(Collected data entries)
⟨

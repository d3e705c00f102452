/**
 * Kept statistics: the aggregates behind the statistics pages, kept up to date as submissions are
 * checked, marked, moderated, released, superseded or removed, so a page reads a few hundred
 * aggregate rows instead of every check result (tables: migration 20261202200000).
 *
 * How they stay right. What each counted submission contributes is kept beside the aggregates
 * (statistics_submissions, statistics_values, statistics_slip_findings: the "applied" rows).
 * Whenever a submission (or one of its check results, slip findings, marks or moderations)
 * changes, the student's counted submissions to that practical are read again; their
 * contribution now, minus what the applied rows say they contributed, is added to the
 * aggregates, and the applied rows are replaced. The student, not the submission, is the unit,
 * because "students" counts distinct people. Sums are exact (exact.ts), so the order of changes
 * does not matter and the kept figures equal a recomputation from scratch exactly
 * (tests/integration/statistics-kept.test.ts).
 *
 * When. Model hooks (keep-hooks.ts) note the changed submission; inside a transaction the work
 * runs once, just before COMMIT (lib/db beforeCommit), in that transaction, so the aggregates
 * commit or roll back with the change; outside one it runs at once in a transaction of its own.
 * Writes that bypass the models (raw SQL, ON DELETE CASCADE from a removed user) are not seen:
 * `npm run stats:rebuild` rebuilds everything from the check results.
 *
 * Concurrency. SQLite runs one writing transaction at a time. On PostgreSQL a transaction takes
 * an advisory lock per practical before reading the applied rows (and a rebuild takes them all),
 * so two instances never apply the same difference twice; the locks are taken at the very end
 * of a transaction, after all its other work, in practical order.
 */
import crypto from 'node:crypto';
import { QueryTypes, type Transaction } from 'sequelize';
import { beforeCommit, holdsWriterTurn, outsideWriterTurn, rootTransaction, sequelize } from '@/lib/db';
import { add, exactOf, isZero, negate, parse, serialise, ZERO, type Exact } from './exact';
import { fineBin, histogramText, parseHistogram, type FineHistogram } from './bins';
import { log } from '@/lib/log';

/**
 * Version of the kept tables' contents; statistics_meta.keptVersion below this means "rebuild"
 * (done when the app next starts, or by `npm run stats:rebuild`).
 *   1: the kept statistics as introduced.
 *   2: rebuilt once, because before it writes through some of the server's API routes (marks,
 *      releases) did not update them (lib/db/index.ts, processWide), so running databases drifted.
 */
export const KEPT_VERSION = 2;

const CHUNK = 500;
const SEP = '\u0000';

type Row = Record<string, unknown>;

⟩

Exercise requirements: Retype each of the records, word for word, with nothing added or dropped.

Exercise result:
repository d3e705c00f102452
/**
 * Kept statistics: the aggregates behind the statistics pages, kept up to date as submissions are
 * checked, marked, moderated, released, superseded or removed, so a page reads a few hundred
 * aggregate rows instead of every check result (tables: migration 20261202200000).
 *
 * How they stay right. What each counted submission contributes is kept beside the aggregates
 * (statistics_submissions, statistics_values, statistics_slip_findings: the "applied" rows).
 * Whenever a submission (or one of its check results, slip findings, marks or moderations)
 * changes, the student's counted submissions to that practical are read again; their
 * contribution now, minus what the applied rows say they contributed, is added to the
 * aggregates, and the applied rows are replaced. The student, not the submission, is the unit,
 * because "students" counts distinct people. Sums are exact (exact.ts), so the order of changes
 * does not matter and the kept figures equal a recomputation from scratch exactly
 * (tests/integration/statistics-kept.test.ts).
 *
 * When. Model hooks (keep-hooks.ts) note the changed submission; inside a transaction the work
 * runs once, just before COMMIT (lib/db beforeCommit), in that transaction, so the aggregates
 * commit or roll back with the change; outside one it runs at once in a transaction of its own.
 * Writes that bypass the models (raw SQL, ON DELETE CASCADE from a removed user) are not seen:
 * `npm run stats:rebuild` rebuilds everything from the check results.
 *
 * Concurrency. SQLite runs one writing transaction at a time. On PostgreSQL a transaction takes
 * an advisory lock per practical before reading the applied rows (and a rebuild takes them all),
 * so two instances never apply the same difference twice; the locks are taken at the very end
 * of a transaction, after all its other work, in practical order.
 */
import crypto from 'node:crypto';
import { QueryTypes, type Transaction } from 'sequelize';
import { beforeCommit, holdsWriterTurn, outsideWriterTurn, rootTransaction, sequelize } from '@/lib/db';
import { add, exactOf, isZero, negate, parse, serialise, ZERO, type Exact } from './exact';
import { fineBin, histogramText, parseHistogram, type FineHistogram } from './bins';
import { log } from '@/lib/log';

/**
 * Version of the kept tables' contents; statistics_meta.keptVersion below this means "rebuild"
 * (done when the app next starts, or by `npm run stats:rebuild`).
 *   1: the kept statistics as introduced.
 *   2: rebuilt once, because before it writes through some of the server's API routes (marks,
 *      releases) did not update them (lib/db/index.ts, processWide), so running databases drifted.
 */
export const KEPT_VERSION = 2;

const CHUNK = 500;
const SEP = '\u0000';

type Row = Record<string, unknown>;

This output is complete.